Steve McCloskey, founder, and CEO of Nanome (nanome.ai) delivers an interesting overview of their virtual reality solutions for scientists and engineers—solutions that could potentially stimulate discovery of disease treatment and even cure. McCloskey studied nanoengineering at the University of California, San Diego where his work was primarily focused on emerging technologies applied to Science, Technology, Engineering, and Mathematics (STEM). While at UC San Diego, McCloskey worked with Ken Vecchio, the founding chair of the nanoengineering department, as they set the foundation for the Nanoengineering Materials Research Center. They were instrumental in the development of thermodynamic processing methods for iron-based superelastic alloys. McCloskey’s passion for the field led him to launch Nanome as a vehicle to build virtual reality solutions for scientists and engineers working at the nanoscale. Specifically, Nanome’s team spends a significant amount of time exploring protein engineering and small molecule drug development.
McCloskey’s company, Nanome, transforms our interaction with, and understanding of, science, by providing a virtual world where users can experiment, design, innovate and learn at the nanoscale. McCloskey explains that Nanome’s vision is to create an immersive interface where people can see things intuitively, and better interact with science via virtual reality and other tools. McCloskey states that their current technology allows users to view at the atom level, but he is working to develop further, to achieve success at the subatomic level. Additionally, he discusses the energy minimization force field as it relates to forces that are being calculated between atoms as they push and pull apart.
McCloskey discusses one of their top products that he is particularly excited about—CalcFlow.
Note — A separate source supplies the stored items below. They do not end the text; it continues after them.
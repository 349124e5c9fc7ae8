import { beforeEach, describe, expect, it } from "vitest";
import request from "supertest";
import { createTestApp } from "../helpers/app";
import { csrfFor, signedInAgent } from "../helpers/auth";
import { buildUser, TEST_PASSWORD } from "../helpers/factories";
import { countRows, truncateAll } from "../helpers/db";
import { SESSION_COOKIE } from "../../server/app";

beforeEach(truncateAll);

const sidOf = (res: request.Response) =>
  ([] as string[])
    .concat(res.headers["set-cookie"] ?? [])
    .find((c) => c.startsWith(`${SESSION_COOKIE}=`))
    ?.split(";")[0];

describe("POST /api/auth/login", () => {
  it("signs in with the right password and returns the user without secrets", async () => {
    const user = await buildUser({ role: "owner", email: "marta@example.com" });
    const agent = request.agent(createTestApp());
    const csrf1 = await csrfFor(agent);
    const res = await agent
      .post("/api/auth/login")
      .set("X-CSRF-Token", csrf1)
      .send({ email: "Marta@Example.com ", password: TEST_PASSWORD });
    expect(res.status).toBe(200);
    expect(res.body).toEqual({
      user: { id: user.id, email: "marta@example.com", name: user.name, role: "owner", companyId: user.companyId },
    });
    expect(JSON.stringify(res.body)).not.toMatch(/hash|password/i);
    const me = await agent.get("/api/auth/me");
    expect(me.status).toBe(200);
    expect(me.body.user.id).toBe(user.id);
  });

  it("answers a wrong password and an unknown e-mail with the same 401", async () => {
    const user = await buildUser();
    const agent = request.agent(createTestApp());
    const token = await csrfFor(agent);
    const wrong = await agent.post("/api/auth/login").set("X-CSRF-Token", token).send({ email: user.email, password: "nope-nope-nope" });
    const unknown = await agent
      .post("/api/auth/login")
      .set("X-CSRF-Token", token)
      .send({ email: "nobody@example.com", password: TEST_PASSWORD });
    expect(wrong.status).toBe(401);
    expect(unknown.status).toBe(401);
    expect(wrong.body).toEqual(unknown.body);
    expect(wrong.body.error.code).toBe("invalid_credentials");
    expect((await agent.get("/api/auth/me")).status).toBe(401);
  });

  it("refuses a deactivated user with the same 401", async () => {
    const user = await buildUser({ active: false });
    const agent = request.agent(createTestApp());
    const csrf2 = await csrfFor(agent);
    const res = await agent
      .post("/api/auth/login")
      .set("X-CSRF-Token", csrf2)
      .send({ email: user.email, password: TEST_PASSWORD });
    expect(res.status).toBe(401);
  });

  it("answers a malformed body with 400 and field messages", async () => {
    const agent = request.agent(createTestApp());
    const csrf3 = await csrfFor(agent);
    const res = await agent.post("/api/auth/login").set("X-CSRF-Token", csrf3).send({ email: "not-an-email" });
    expect(res.status).toBe(400);
    expect(res.body.error.code).toBe("bad_request");
    expect(res.body.error.fields).toEqual({ email: "Enter a valid e-mail address", password: "Required" });
  });

  it("answers a missing body with 400 and a body that is not JSON with 415, each with a message", async () => {
    const agent = request.agent(createTestApp());
    const csrf4 = await csrfFor(agent);
    const none = await agent.post("/api/auth/login").set("X-CSRF-Token", csrf4);
    expect(none.status).toBe(400);
    expect(none.body.error.message).toMatch(/JSON body/);
    const text = await agent.post("/api/auth/login").set("X-CSRF-Token", csrf4).set("Content-Type", "text/plain").send("hello");
    expect(text.status).toBe(415); // RFC 9110 15.5.16: the content type is not one the route accepts
    expect(text.body.error.message).toMatch(/JSON/);
  });

  it("refuses a request without the CSRF token with 403", async () => {
    const user = await buildUser();
    const res = await request(createTestApp()).post("/api/auth/login").send({ email: user.email, password: TEST_PASSWORD });
    expect(res.status).toBe(403);
    expect(res.body.error.code).toBe("csrf");
  });

  it("refuses a CSRF token from another session", async () => {
    const user = await buildUser();
    const app = createTestApp();
    const other = request.agent(app);
    const foreignToken = await csrfFor(other);
    const agent = request.agent(app);
    await csrfFor(agent);
    const res = await agent.post("/api/auth/login").set("X-CSRF-Token", foreignToken).send({ email: user.email, password: TEST_PASSWORD });
    expect(res.status).toBe(403);
  });

  it("gives a new session id at sign-in (no session fixation)", async () => {
    const user = await buildUser();
    const agent = request.agent(createTestApp());
    const csrfRes = await agent.get("/api/auth/csrf");
    const before = sidOf(csrfRes);
    expect(before).toBeDefined();
    const login = await agent
      .post("/api/auth/login")
      .set("X-CSRF-Token", csrfRes.body.token)
      .send({ email: user.email, password: TEST_PASSWORD });
    const after = sidOf(login);
    expect(after).toBeDefined();
    expect(after).not.toBe(before);
  });

  it("stores the session in MariaDB with the user's id", async () => {
    const { user } = await signedInAgent();
    const { Session } = await import("../../server/models/index");
    const rows = await Session.findAll({ where: { userId: user.id } });
    expect(rows).toHaveLength(1);
  });

  it("rate-limits failed sign-ins per IP and e-mail (429 after 10 failures), and a success resets the count", async () => {
    const user = await buildUser();
    const agent = request.agent(createTestApp({ loginMaxFailures: 10 }));
    const token = await csrfFor(agent);
    const fail = () => agent.post("/api/auth/login").set("X-CSRF-Token", token).send({ email: user.email, password: "wrong-password" });
    for (let i = 0; i < 9; i++) expect((await fail()).status).toBe(401);
    // The ninth failure is followed by a success: the count starts again.
    const ok = await agent.post("/api/auth/login").set("X-CSRF-Token", token).send({ email: user.email, password: TEST_PASSWORD });
    expect(ok.status).toBe(200);
    const fresh = await csrfFor(agent);
    const failAgain = () =>
      agent.post("/api/auth/login").set("X-CSRF-Token", fresh).send({ email: user.email, password: "wrong-password" });
    for (let i = 0; i < 10; i++) expect((await failAgain()).status).toBe(401);
    const limited = await failAgain();
    expect(limited.status).toBe(429);
    expect(limited.body.error.code).toBe("rate_limited");
    // Even the right password is refused while limited.
    const blocked = await agent.post("/api/auth/login").set("X-CSRF-Token", fresh).send({ email: user.email, password: TEST_PASSWORD });
    expect(blocked.status).toBe(429);
    // Another e-mail from the same IP is counted separately.
    const other = await buildUser();
    const otherOk = await agent.post("/api/auth/login").set("X-CSRF-Token", fresh).send({ email: other.email, password: TEST_PASSWORD });
    expect(otherOk.status).toBe(200);
  });
});

describe("POST /api/auth/logout", () => {
  it("ends the session with 204", async () => {
    const { agent, token } = await signedInAgent();
    const res = await agent.post("/api/auth/logout").set("X-CSRF-Token", token);
    expect(res.status).toBe(204);
    expect((await agent.get("/api/auth/me")).status).toBe(401);
  });

  it("needs the CSRF token", async () => {
    const { agent } = await signedInAgent();
    expect((await agent.post("/api/auth/logout")).status).toBe(403);
    expect((await agent.get("/api/auth/me")).status).toBe(200);
  });
});

describe("GET /api/auth/me", () => {
  it("answers 401 with the error shape when signed out", async () => {
    const res = await request(createTestApp()).get("/api/auth/me");
    expect(res.status).toBe(401);
    expect(res.body).toEqual({ error: { code: "unauthorized", message: "Please sign in" } });
  });
});

describe("POST /api/auth/password", () => {
  it("changes the user's own password when the current one is given", async () => {
    const { agent, token, user, app } = await signedInAgent();
    const res = await agent
      .post("/api/auth/password")
      .set("X-CSRF-Token", token)
      .send({ currentPassword: TEST_PASSWORD, newPassword: "a-brand-new-passphrase" });
    expect(res.status).toBe(204);
    const fresh = request.agent(app);
    const csrf5 = await csrfFor(fresh);
    const login = await fresh
      .post("/api/auth/login")
      .set("X-CSRF-Token", csrf5)
      .send({ email: user.email, password: "a-brand-new-passphrase" });
    expect(login.status).toBe(200);
  });

  it("refuses a wrong current password with a field error and changes nothing", async () => {
    const { agent, token, user } = await signedInAgent();
    const before = (await (await import("../../server/models/index")).User.findByPk(user.id))!.passwordHash;
    const res = await agent
      .post("/api/auth/password")
      .set("X-CSRF-Token", token)
      .send({ currentPassword: "not-my-password", newPassword: "a-brand-new-passphrase" });
    expect(res.status).toBe(400);
    expect(res.body.error.fields).toEqual({ currentPassword: "That is not your current password" });
    const after = (await (await import("../../server/models/index")).User.findByPk(user.id))!.passwordHash;
    expect(after).toBe(before);
  });

  it("refuses a short new password", async () => {
    const { agent, token } = await signedInAgent();
    const res = await agent.post("/api/auth/password").set("X-CSRF-Token", token).send({ currentPassword: TEST_PASSWORD, newPassword: "short" });
    expect(res.status).toBe(400);
    expect(res.body.error.fields.newPassword).toMatch(/at least 10/);
  });

  it("needs a session", async () => {
    const agent = request.agent(createTestApp());
    const csrf6 = await csrfFor(agent);
    const res = await agent.post("/api/auth/password").set("X-CSRF-Token", csrf6).send({});
    expect(res.status).toBe(401);
    expect(await countRows("audit_events")).toBe(0);
  });
});
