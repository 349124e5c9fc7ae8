import { beforeEach, describe, expect, it } from "vitest";
import { computeTakeoff } from "../../shared/engine/takeoff";
import { shedRoof } from "../../shared/engine/roof/generators";
import { applySpecToRoof, applySpecToStack } from "../../shared/schemas/quote";
import { stackSchema } from "../../shared/schemas/takeoff";
import { CatalogItem, Job, QuoteOption, Roof } from "../../server/models/index";
import { rulesForCompany } from "../../server/services/price-book-rules";
import { signedInAgent } from "../helpers/auth";
import { buildCompany } from "../helpers/factories";
import { truncateAll } from "../helpers/db";
import { buildJob, saveRoofFor } from "../helpers/job-factories";
import { buildCatalogItem, buildLaborRate, buildPricingSettings } from "../helpers/price-book-factories";
import { createQuote, patch, post, quoteWorld } from "../helpers/quote-factories";

beforeEach(truncateAll);

describe("pricing one small quote, checked by hand", () => {
  it("prices a 20 × 10 ft shed at 9/12 with two items, labour, tear-off, a manual line and a discount", async () => {
    const company = await buildCompany();
    // Markup 50 %, tax 5 % on the cost of materials, deposit 30 %, minimum margin 20 %.
    await buildPricingSettings(company.id, { pricingMode: "markup", markupPct: 50, minMarginPct: 20, taxRatePct: 5, taxBasis: "cost", depositPct: 30 });
    await buildCatalogItem(company.id, {
      sku: "P-SS-16",
      category: "panels",
      name: "Standing-seam panel, 16 in",
      purchaseUnit: "lf",
      packCoverage: 1,
      coverageUnit: "lf",
      unitCostCents: 450,
      materialKey: "panel-standing-seam",
      attributes: {},
    });
    await buildCatalogItem(company.id, { sku: "T-EAVE-10", name: "Eave trim, 10 ft", unitCostCents: 1850, materialKey: "trim-eave" });
    await buildLaborRate(company.id, { kind: "pitch_band", label: "7/12 to under 10/12", minPitch: 7, maxPitch: 10, centsPerUnit: 20000, unit: "square" });
    await buildLaborRate(company.id, { kind: "tear_off_per_layer", label: "Tear-off per layer", minPitch: null, maxPitch: null, centsPerUnit: 6000, unit: "square" });
    await buildLaborRate(company.id, { kind: "deck_sheet", label: "Deck sheet", minPitch: null, maxPitch: null, centsPerUnit: 2800, unit: "sheet" });
    const est = await signedInAgent({ role: "estimator", companyId: company.id });
    // The site has one existing layer to tear off (the job site's defaults: existingLayers 1, tearOff true).
    const job = await buildJob({ companyId: company.id, status: "estimating" });
    await saveRoofFor(job, {
      planes: shedRoof(20, 10, 9, { idPrefix: "shed" }),
      stacks: [{ id: "plain", name: "Panels on the deck", spacer: { kind: "none" } }],
      defaultStackId: "plain",
      version: 0,
    });
    const created = (await createQuote(est, job.id)).body.data;
    const res = await patch(est, `/api/quotes/${created.id}`, {
      version: 1,
      manualLines: [{ description: "Permit and disposal fee", quantity: 1, unitPriceCents: 15000, unitCostCents: 12000, taxable: false }],
      discount: { amountCents: 10000, reason: "Neighbour referral" },
    });
    expect(res.status).toBe(200);
    const opt = res.body.data.revision.options[0];

    // The engine's takeoff: 200 ft² plan × (15/12 for 9/12: √(9² + 12²) = 15) = 250 ft² = 2.5 squares;
    // 15 panels (20 ft ÷ 16 in) × 12.5 ft = 187.5 lf; 3 pieces of 10 ft eave trim.
    expect(opt.takeoffSummary.squares).toBe(2.5);
    const line = (key: string) => opt.lines.find((l: { key: string | null }) => l.key === key);
    // Panels: ceil(187.5 lf ÷ 1 lf per unit) = 188 lf × 450 ¢ = 84,600 ¢ cost; × 1.5 = 126,900 ¢ price.
    expect(line("panel-standing-seam")).toMatchObject({ quantity: 188, unitCostCents: 450, costCents: 84600, priceCents: 126900, taxable: true });
    // Eave trim: 3 pc × 1,850 ¢ = 5,550 ¢; × 1.5 = 8,325 ¢.
    expect(line("trim-eave")).toMatchObject({ quantity: 3, costCents: 5550, priceCents: 8325 });
    // Labour, 7/12 to under 10/12 band: 2.5 sq × 20,000 ¢ = 50,000 ¢; × 1.5 = 75,000 ¢.
    expect(line(opt.lines.find((l: { kind: string }) => l.kind === "labor").key)).toMatchObject({ quantity: 2.5, costCents: 50000, priceCents: 75000, taxable: false });
    // Tear-off: 2.5 sq × 6,000 ¢ × 1 layer = 15,000 ¢; × 1.5 = 22,500 ¢.
    expect(line("tearoff")).toMatchObject({ quantity: 2.5, costCents: 15000, priceCents: 22500 });
    // No deck sheets to replace (deck kept): no deck line.
    expect(line("deck")).toBeUndefined();
    // Manual line sold at its own price: cost 12,000 ¢, price 15,000 ¢, not taxable. Discount −10,000 ¢.
    expect(opt.lines.filter((l: { kind: string }) => l.kind === "manual")).toMatchObject([{ costCents: 12000, priceCents: 15000, taxable: false }]);
    expect(opt.lines.filter((l: { kind: string }) => l.kind === "discount")).toMatchObject([{ costCents: 0, priceCents: -10000 }]);
    // Unpriced materials are listed, not guessed.
    expect(opt.missingItems).toEqual(expect.arrayContaining(["underlayment-synthetic", "ice-barrier", "clip"]));

    // Cost  = 84,600 + 5,550 + 50,000 + 15,000 + 12,000              = 167,150 ¢
    // Price = 126,900 + 8,325 + 75,000 + 22,500 + 15,000 − 10,000     = 237,725 ¢
    // Tax   = 5 % × (84,600 + 5,550) taxable material cost = 4,507.5  → 4,508 ¢ (half a cent rounds up)
    // Total = 237,725 + 4,508                                         = 242,233 ¢
    // Margin = (237,725 − 167,150) ÷ 237,725 = 29.688 %  (above the 20 % minimum)
    // Deposit = 30 % × 242,233 = 72,669.9 ¢ → to the whole dollar     = 72,700 ¢
    expect(opt.totals).toEqual({ costCents: 167150, priceCents: 237725, taxCents: 4508, totalCents: 242233, marginPct: 29.688, depositCents: 72700 });
    expect(opt.belowMinMargin).toBe(false);
    expect(Number((await Job.findByPk(job.id))!.quoteTotalCents)).toBe(242233);
  });
});

describe("price versioning: a revision keeps the prices it was made with", () => {
  it("a catalog price change after approval leaves the approved revision as it was; revise picks up the new price", async () => {
    const w = await quoteWorld();
    const q = (await createQuote(w.estimator, w.job.id)).body.data;
    await post(w.estimator, `/api/quotes/${q.id}/submit`, { version: 1 }).expect(200);
    await post(w.owner, `/api/quotes/${q.id}/approve`, {}).expect(200);
    const before = (await w.owner.agent.get(`/api/quotes/${q.id}/revisions/1`)).body.data;
    const panelLine = before.options[0].lines.find((l: { key: string }) => l.key === "panel-standing-seam");

    const item = (await CatalogItem.findOne({ where: { companyId: w.company.id, materialKey: "panel-standing-seam" } }))!;
    const changed = await w.owner.agent
      .patch(`/api/price-book/items/${item.id}`)
      .set("X-CSRF-Token", w.owner.token)
      .send({ unitCostCents: item.unitCostCents + 100, version: item.version });
    expect(changed.status).toBe(200);

    const after = (await w.owner.agent.get(`/api/quotes/${q.id}/revisions/1`)).body.data;
    expect(after).toEqual(before);
    expect(after.options[0].totals.totalCents).toBe(before.options[0].totals.totalCents);

    const revised = (await post(w.estimator, `/api/quotes/${q.id}/revise`)).body.data.revision;
    const newPanel = revised.options[0].lines.find((l: { key: string }) => l.key === "panel-standing-seam");
    expect(newPanel.unitCostCents).toBe(panelLine.unitCostCents + 100);
    expect(newPanel.costCents).toBe(Math.round(newPanel.quantity * (panelLine.unitCostCents + 100)));
    expect(revised.priceBookVersion).toBeGreaterThan(before.priceBookVersion);
    expect(revised.options[0].totals.totalCents).toBeGreaterThan(before.options[0].totals.totalCents);
    // Revision 1 is still the approved one, unchanged.
    expect((await w.owner.agent.get(`/api/quotes/${q.id}/revisions/1`)).body.data).toEqual(before);
  });

  it("a draft keeps its prices through edits until it is recalculated", async () => {
    const w = await quoteWorld();
    const q = (await createQuote(w.estimator, w.job.id)).body.data;
    const total = q.revision.options[0].totals.totalCents;
    const item = (await CatalogItem.findOne({ where: { companyId: w.company.id, materialKey: "panel-standing-seam" } }))!;
    await w.owner.agent
      .patch(`/api/price-book/items/${item.id}`)
      .set("X-CSRF-Token", w.owner.token)
      .send({ unitCostCents: item.unitCostCents * 2, version: item.version })
      .expect(200);
    const edited = await patch(w.estimator, `/api/quotes/${q.id}`, { version: 1, notes: "Called the homeowner." });
    expect(edited.body.data.revision.options[0].totals.totalCents).toBe(total);
    const recalc = await post(w.estimator, `/api/quotes/${q.id}/recalculate`, { version: 2 });
    expect(recalc.status).toBe(200);
    expect(recalc.body.data.revision.options[0].totals.totalCents).toBeGreaterThan(total);
    expect(recalc.body.data.revision.options[0].lines.find((l: { key: string }) => l.key === "panel-standing-seam").unitCostCents).toBe(item.unitCostCents * 2);
  });
});

describe("an option's takeoff is the engine's result for the roof with the option applied", () => {
  it("stores, per option, exactly computeTakeoff of the stored roof with the spec applied, the site and the company's rules", async () => {
    const w = await quoteWorld();
    const specs = [{ spacer: "mesh", foil: true }, { spacer: "none", foil: false }, { stackId: "porch" }] as const;
    const q = (await createQuote(w.estimator, w.job.id, { options: specs.map((spec, i) => ({ label: `O${i}`, spec })) })).body.data;
    const roof = (await Roof.findOne({ where: { jobId: w.job.id } }))!;
    const job = (await Job.findByPk(w.job.id))!;
    const rules = await rulesForCompany(w.company.id);
    for (const [i, spec] of specs.entries()) {
      const applied = applySpecToRoof(roof.document, spec);
      if ("error" in applied) throw new Error(applied.error);
      const expected = computeTakeoff({ site: job.site, ...applied, rules });
      expect(expected.ok).toBe(true);
      const stored = (await QuoteOption.findByPk(q.revision.options[i].id))!;
      if (expected.ok) expect(stored.takeoff).toEqual(JSON.parse(JSON.stringify(expected.result)));
    }
    // "porch" puts every plane on the mesh assembly: the whole roof gets mesh.
    const porchKeys = q.revision.options[2].lines.map((l: { key: string }) => l.key);
    expect(porchKeys).toContain("spacer-mesh");
    expect(porchKeys).not.toContain("batten-1x4");
  });
});

describe("applySpecToStack / applySpecToRoof", () => {
  const battens = stackSchema.parse({ id: "b", spacer: { kind: "battens", battens: { nominal: "1x3", spacingIn: 16 } } });
  const mesh = stackSchema.parse({ id: "m", spacer: { kind: "mesh", thicknessIn: 0.375 }, radiantBarrier: { kind: "foil", position: "under-panels" } });

  it("swaps the spacer as the gap study does, keeping the batten settings and a mat's own thickness", () => {
    expect(applySpecToStack(battens, {}).spacer).toEqual(battens.spacer);
    expect(applySpecToStack(battens, { spacer: "counter-battens" }).spacer).toEqual({ kind: "battens", battens: { ...battens.spacer.battens, counterBattens: true } });
    expect(applySpecToStack(battens, { spacer: "none" }).spacer.kind).toBe("none");
    expect(applySpecToStack(mesh, { spacer: "mesh" }).spacer).toMatchObject({ kind: "mesh", thicknessIn: 0.375 });
    expect(applySpecToStack(battens, { spacer: "dimpled" }).spacer).toEqual({ kind: "dimpled", battens: battens.spacer.battens });
  });

  it("adds or removes the foil, keeping its position", () => {
    expect(applySpecToStack(battens, { foil: true }).radiantBarrier).toMatchObject({ kind: "foil", position: "on-deck" });
    expect(applySpecToStack(mesh, { foil: false }).radiantBarrier).toMatchObject({ kind: "none", position: "under-panels" });
    expect(applySpecToStack(mesh, {}).radiantBarrier.kind).toBe("foil");
  });

  it("puts every plane on the named assembly, or says the roof has no such assembly", () => {
    const roof = { planes: [{ id: "a", stackId: "b" }, { id: "c" }], stacks: [battens, mesh], defaultStackId: "b" };
    const out = applySpecToRoof(roof, { stackId: "m", spacer: "none" });
    if ("error" in out) throw new Error(out.error);
    expect(out.planes.map((p) => p.stackId)).toEqual(["m", "m"]);
    expect(out.defaultStackId).toBe("m");
    expect(out.stacks.map((s) => s.spacer.kind)).toEqual(["none", "none"]);
    expect(applySpecToRoof(roof, { stackId: "zz" })).toEqual({ error: 'The roof has no assembly "zz"' });
  });
});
CalcFlow allows researchers to study and visualize vector calculus in an interactive environment. The platform enables mathematical modeling, manipulation of 3D graphs, as well as the editing of parameters while you work. He elaborates on the advantages that CalcFlow provides for research and experimentation, such as its ability to bring mechanical engineering design into the dynamic in an observable manner. And the process is exceptionally great for optimization and delivery into the 3D printing environment.
The nanoengineering expert describes how the introduction of blockchain to their platform will allow more people to work globally toward solutions to many problems that humans face, from technology to medical and beyond. McCloskey details how the platform can provide an opportunity for a larger group of people to study and hopefully find solutions for tropical diseases, diseases that big pharmaceutical companies have no interest in, due to the fact that their ability to profit is lower. Through the use of open-source models and automated licensing, and even closed source, the use of blockchain truly is changing the rate of discovery, as the global community can be involved.
As the technology is expanding, McCloskey expects that virus modeling will become easier, as entire viruses can be viewed with atomic detail, enabling study at the systems level of the biology. And by simulating cells at every level, the possibilities for discovery are enormous.